- **Problem to solve**
Copy out the lines of the records below, and only those lines, from the one with "# Scale of a" through the one with "# Zero-padding of", exactly as they appear.

- **The data**

+ + +

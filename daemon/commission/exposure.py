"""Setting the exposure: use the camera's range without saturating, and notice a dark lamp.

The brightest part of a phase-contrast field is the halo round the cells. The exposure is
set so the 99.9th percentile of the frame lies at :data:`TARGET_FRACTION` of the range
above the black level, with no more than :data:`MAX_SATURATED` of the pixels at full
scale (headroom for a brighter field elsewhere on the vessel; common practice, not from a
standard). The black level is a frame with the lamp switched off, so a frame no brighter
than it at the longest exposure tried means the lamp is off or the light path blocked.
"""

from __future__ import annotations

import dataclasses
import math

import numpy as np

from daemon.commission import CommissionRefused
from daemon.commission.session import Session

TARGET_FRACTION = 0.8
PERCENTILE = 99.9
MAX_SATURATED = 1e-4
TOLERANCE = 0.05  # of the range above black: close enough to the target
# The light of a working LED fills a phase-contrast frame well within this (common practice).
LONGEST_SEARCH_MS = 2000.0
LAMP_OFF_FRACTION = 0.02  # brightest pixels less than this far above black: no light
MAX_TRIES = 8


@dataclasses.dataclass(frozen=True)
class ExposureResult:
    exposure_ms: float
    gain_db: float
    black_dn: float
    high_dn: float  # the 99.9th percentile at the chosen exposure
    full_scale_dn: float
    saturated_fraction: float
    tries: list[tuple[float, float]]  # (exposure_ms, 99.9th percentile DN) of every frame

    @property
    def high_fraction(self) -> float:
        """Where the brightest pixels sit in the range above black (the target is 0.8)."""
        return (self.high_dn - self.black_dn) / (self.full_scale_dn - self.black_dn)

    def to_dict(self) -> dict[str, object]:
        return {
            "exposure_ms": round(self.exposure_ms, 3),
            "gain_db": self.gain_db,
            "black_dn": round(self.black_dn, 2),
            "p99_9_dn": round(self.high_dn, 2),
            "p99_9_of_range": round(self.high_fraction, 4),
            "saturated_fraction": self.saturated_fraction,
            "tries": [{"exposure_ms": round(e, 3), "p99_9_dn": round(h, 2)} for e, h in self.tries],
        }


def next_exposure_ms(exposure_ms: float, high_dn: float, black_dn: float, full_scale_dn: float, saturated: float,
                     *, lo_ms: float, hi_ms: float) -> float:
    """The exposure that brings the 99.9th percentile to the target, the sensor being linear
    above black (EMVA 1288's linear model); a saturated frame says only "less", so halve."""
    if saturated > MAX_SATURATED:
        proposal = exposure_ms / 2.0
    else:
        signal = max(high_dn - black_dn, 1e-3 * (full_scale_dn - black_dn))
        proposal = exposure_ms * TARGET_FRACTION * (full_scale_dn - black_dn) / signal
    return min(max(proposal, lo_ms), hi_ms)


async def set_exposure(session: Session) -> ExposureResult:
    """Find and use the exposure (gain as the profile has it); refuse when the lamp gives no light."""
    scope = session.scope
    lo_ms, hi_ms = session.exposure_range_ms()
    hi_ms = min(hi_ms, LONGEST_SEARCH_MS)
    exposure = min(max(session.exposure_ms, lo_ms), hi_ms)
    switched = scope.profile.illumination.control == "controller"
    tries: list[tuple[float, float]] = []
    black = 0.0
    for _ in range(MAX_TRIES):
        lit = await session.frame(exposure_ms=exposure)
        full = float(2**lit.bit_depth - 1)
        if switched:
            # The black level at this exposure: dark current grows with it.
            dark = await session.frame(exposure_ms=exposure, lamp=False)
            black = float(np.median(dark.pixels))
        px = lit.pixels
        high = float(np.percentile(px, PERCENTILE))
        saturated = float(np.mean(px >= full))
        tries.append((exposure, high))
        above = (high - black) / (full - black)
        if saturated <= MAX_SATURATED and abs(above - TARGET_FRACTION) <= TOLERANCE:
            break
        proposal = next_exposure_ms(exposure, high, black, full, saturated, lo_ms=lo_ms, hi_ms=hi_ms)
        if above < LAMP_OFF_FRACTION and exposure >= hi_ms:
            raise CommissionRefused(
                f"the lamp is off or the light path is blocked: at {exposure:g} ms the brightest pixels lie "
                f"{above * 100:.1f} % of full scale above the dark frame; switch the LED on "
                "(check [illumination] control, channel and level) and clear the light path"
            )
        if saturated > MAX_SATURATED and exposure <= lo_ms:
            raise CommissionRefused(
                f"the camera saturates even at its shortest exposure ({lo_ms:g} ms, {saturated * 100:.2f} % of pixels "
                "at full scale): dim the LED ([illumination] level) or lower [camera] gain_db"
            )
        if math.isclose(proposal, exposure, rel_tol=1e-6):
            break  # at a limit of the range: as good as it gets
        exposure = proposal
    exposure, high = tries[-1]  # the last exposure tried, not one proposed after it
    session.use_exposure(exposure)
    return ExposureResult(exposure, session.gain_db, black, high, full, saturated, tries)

+ + +

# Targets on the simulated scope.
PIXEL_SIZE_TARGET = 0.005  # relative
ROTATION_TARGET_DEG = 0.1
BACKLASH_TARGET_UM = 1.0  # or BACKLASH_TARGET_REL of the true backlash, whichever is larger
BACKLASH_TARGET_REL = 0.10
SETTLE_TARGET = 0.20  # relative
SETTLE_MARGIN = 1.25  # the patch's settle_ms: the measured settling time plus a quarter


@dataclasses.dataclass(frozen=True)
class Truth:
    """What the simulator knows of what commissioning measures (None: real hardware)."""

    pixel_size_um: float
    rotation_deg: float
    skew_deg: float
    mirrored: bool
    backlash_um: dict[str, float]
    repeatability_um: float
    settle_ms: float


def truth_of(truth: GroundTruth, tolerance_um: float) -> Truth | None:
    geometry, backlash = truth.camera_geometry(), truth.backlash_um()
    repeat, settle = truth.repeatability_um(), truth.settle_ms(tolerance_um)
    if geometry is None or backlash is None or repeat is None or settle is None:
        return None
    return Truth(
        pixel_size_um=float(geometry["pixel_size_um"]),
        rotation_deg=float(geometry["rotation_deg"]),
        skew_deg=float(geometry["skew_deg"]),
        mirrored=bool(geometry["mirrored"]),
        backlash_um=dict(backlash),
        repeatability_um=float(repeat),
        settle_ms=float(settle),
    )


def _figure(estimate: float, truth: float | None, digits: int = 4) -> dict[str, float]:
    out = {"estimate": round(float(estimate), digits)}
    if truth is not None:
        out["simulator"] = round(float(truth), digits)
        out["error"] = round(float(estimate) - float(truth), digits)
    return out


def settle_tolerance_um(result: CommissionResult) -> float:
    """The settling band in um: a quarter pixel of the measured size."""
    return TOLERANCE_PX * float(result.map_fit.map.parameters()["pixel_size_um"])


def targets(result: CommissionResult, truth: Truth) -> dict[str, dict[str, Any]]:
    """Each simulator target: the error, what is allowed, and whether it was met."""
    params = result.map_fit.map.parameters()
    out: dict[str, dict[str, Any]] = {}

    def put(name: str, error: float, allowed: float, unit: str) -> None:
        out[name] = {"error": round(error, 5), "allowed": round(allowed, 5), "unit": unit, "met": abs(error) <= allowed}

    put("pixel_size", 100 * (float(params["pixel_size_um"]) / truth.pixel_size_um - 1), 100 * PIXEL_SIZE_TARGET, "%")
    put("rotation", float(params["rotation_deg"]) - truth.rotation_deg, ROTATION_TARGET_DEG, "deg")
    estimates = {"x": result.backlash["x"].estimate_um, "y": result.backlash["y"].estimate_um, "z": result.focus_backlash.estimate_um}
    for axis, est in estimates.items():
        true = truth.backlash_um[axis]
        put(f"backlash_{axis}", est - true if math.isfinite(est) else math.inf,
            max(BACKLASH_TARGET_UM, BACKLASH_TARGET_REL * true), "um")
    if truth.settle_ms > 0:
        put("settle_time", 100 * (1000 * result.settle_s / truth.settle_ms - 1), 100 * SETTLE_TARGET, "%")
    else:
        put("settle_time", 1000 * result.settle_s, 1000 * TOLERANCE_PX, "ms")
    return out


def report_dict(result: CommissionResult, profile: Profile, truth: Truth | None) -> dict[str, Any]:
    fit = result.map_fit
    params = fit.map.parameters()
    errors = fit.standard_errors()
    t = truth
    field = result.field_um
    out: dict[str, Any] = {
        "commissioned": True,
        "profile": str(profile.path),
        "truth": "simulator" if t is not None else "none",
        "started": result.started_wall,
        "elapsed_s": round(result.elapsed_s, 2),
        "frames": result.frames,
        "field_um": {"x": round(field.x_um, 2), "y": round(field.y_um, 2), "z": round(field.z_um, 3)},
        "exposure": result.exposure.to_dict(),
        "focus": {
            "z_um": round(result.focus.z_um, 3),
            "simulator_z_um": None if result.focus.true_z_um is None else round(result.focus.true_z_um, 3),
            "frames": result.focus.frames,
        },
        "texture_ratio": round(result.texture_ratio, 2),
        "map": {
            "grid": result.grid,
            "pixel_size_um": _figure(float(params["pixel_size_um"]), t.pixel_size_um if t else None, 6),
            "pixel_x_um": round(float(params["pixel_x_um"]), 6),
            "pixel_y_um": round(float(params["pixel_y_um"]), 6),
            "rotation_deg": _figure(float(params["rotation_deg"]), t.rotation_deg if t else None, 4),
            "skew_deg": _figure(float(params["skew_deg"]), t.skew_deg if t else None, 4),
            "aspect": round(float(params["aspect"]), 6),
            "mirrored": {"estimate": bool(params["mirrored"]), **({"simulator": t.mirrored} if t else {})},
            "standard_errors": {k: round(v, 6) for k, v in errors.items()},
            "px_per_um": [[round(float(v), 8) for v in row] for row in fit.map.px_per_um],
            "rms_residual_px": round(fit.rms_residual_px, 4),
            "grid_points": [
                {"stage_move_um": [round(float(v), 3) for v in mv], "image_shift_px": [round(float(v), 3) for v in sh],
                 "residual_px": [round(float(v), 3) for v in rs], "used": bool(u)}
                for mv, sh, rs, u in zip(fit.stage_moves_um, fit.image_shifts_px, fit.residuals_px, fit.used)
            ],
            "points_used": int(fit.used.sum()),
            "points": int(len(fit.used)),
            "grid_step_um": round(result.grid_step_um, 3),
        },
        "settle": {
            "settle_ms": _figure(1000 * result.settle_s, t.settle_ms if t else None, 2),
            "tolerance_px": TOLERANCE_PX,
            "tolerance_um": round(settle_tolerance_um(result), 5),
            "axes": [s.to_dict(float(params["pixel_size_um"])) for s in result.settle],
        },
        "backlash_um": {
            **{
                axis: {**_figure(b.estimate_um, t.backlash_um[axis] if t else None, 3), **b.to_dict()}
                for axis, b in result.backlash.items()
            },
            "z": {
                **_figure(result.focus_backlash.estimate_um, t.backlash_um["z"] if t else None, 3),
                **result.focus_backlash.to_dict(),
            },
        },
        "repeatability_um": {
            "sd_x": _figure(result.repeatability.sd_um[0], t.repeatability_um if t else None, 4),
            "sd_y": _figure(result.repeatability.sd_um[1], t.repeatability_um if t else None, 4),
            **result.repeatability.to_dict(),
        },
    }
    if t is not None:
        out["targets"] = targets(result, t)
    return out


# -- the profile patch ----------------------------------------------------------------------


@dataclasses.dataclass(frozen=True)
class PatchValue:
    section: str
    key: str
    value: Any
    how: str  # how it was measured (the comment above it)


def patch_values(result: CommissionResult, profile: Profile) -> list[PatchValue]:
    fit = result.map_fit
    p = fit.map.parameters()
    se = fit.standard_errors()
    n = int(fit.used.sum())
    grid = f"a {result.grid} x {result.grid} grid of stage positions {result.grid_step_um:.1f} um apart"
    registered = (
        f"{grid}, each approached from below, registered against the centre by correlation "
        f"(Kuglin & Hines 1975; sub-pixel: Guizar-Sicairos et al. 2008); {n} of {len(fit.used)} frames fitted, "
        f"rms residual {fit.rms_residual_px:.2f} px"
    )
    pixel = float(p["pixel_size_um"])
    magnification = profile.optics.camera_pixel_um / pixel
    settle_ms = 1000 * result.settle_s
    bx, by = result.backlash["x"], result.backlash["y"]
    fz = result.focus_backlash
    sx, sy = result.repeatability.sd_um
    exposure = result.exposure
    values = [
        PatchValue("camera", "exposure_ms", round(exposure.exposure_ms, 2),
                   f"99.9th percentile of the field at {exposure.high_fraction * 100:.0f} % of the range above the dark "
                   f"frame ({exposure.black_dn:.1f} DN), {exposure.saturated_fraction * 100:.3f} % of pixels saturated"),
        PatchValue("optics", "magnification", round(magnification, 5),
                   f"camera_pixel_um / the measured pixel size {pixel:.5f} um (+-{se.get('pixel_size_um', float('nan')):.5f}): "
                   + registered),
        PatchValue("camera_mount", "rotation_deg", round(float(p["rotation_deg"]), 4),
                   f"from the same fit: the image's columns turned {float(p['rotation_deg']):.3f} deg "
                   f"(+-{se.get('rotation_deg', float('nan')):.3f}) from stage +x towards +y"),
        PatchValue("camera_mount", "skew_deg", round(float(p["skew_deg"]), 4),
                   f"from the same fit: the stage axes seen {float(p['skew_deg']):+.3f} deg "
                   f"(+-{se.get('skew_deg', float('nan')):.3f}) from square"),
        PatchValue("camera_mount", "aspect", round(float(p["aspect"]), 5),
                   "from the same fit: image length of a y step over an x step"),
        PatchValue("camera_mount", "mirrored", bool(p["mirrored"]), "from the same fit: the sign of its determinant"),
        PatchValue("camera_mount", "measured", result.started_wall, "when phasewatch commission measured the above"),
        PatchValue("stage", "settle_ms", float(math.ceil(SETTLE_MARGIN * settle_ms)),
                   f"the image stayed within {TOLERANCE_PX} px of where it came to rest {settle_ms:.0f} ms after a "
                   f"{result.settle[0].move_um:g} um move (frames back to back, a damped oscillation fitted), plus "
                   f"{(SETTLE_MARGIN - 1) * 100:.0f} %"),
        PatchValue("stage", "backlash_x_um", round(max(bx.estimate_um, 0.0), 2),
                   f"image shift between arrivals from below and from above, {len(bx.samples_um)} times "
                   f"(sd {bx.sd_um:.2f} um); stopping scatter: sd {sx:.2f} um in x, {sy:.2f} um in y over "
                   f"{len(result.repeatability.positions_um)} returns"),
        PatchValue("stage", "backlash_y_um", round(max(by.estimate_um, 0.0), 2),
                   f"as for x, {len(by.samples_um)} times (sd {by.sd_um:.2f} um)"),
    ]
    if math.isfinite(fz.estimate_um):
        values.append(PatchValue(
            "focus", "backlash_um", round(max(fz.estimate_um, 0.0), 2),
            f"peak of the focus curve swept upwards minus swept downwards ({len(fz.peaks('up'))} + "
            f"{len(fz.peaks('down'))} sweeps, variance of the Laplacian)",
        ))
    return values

+ + +

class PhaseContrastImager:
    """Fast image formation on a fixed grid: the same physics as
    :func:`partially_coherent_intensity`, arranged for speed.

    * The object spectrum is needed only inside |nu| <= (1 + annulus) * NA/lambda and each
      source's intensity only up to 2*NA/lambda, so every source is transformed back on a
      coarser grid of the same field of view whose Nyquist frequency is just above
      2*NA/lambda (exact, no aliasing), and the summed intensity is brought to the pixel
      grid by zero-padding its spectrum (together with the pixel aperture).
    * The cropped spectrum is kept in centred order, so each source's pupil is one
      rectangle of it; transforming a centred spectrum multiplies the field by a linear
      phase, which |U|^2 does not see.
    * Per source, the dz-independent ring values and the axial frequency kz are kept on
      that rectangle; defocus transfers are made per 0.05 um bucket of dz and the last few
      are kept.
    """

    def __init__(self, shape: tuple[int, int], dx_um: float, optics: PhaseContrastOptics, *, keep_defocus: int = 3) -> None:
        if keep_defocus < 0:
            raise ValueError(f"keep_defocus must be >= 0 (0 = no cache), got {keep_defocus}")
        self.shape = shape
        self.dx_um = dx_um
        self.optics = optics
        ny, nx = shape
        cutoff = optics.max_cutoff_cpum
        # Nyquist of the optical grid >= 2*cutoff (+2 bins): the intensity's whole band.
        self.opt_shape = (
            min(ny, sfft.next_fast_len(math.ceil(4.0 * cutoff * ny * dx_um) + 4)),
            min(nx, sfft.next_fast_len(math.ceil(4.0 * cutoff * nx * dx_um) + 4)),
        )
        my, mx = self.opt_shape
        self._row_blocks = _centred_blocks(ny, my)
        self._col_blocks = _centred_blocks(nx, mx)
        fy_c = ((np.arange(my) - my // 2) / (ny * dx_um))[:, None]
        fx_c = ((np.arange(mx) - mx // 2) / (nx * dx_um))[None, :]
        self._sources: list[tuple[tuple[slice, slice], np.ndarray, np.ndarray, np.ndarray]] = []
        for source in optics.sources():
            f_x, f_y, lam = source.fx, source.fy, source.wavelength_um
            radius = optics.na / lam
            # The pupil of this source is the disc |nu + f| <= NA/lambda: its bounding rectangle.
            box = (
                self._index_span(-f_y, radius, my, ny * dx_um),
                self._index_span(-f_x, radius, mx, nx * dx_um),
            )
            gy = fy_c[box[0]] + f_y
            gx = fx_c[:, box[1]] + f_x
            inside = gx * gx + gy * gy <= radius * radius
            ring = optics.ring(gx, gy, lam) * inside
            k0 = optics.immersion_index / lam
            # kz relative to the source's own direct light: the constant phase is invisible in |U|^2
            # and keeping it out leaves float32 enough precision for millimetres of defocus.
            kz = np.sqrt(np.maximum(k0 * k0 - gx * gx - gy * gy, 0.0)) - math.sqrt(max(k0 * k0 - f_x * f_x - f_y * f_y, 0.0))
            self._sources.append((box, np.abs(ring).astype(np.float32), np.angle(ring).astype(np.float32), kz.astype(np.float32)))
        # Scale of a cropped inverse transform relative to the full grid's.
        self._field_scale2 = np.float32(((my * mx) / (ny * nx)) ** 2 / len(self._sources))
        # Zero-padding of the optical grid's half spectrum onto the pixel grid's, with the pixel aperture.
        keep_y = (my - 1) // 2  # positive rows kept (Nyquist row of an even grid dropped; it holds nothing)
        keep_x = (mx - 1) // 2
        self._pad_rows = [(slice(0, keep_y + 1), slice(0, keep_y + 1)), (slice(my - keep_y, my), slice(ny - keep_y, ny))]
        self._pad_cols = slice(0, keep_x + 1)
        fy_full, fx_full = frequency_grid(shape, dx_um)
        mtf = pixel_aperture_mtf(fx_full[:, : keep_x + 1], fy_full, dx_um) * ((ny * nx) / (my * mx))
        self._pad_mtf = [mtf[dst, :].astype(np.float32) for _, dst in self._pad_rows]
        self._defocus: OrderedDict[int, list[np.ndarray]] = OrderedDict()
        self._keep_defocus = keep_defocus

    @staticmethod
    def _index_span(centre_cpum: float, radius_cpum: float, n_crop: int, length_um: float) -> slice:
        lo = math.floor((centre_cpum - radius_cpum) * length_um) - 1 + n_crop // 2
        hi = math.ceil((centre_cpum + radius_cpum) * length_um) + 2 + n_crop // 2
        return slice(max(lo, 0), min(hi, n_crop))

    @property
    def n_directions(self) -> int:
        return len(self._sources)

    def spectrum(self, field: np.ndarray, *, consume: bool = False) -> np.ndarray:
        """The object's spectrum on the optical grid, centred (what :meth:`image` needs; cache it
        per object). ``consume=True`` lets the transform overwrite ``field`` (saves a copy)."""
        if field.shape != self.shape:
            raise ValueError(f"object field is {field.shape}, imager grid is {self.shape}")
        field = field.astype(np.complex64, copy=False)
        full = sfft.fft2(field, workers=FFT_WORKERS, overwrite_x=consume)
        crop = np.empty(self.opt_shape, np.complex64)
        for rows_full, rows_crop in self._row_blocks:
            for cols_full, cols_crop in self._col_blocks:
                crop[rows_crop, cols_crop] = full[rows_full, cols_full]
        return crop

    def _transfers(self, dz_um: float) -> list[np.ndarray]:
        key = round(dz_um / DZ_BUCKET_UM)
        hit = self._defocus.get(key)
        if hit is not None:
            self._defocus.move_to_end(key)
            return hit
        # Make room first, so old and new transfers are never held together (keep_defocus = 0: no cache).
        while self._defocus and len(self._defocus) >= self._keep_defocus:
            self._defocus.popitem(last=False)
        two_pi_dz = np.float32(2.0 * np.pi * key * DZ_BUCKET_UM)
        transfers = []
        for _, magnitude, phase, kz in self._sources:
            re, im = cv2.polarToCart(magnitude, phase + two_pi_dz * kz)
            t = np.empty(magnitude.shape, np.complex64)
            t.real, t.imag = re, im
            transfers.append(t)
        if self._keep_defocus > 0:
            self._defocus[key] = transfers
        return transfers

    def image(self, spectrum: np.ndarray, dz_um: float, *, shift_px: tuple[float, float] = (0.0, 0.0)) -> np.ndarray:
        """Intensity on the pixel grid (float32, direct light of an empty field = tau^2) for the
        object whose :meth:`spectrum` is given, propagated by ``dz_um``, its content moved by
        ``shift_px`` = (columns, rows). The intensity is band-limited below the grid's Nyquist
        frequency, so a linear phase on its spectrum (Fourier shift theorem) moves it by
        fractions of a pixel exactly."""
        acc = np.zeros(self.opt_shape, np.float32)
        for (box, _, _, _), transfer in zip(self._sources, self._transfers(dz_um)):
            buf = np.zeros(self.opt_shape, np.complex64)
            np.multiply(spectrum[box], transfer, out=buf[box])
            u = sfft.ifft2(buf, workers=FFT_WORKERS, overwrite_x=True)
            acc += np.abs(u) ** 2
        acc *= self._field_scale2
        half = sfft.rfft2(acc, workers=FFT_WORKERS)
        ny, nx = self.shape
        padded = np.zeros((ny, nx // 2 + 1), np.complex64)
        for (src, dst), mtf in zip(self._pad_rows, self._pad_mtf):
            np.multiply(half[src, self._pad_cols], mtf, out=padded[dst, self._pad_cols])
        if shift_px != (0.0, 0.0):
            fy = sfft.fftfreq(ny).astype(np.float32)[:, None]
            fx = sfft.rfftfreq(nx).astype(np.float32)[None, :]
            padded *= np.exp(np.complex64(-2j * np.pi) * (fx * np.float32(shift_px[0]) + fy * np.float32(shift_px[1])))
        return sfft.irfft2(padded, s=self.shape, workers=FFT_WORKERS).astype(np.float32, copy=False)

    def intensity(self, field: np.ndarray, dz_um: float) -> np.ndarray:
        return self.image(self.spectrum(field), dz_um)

+ + +

- **Response to the exercise**
        # Scale of a cropped inverse transform relative to the full grid's.
        self._field_scale2 = np.float32(((my * mx) / (ny * nx)) ** 2 / len(self._sources))
        # Zero-padding of the optical grid's half spectrum onto the pixel grid's, with the pixel aperture.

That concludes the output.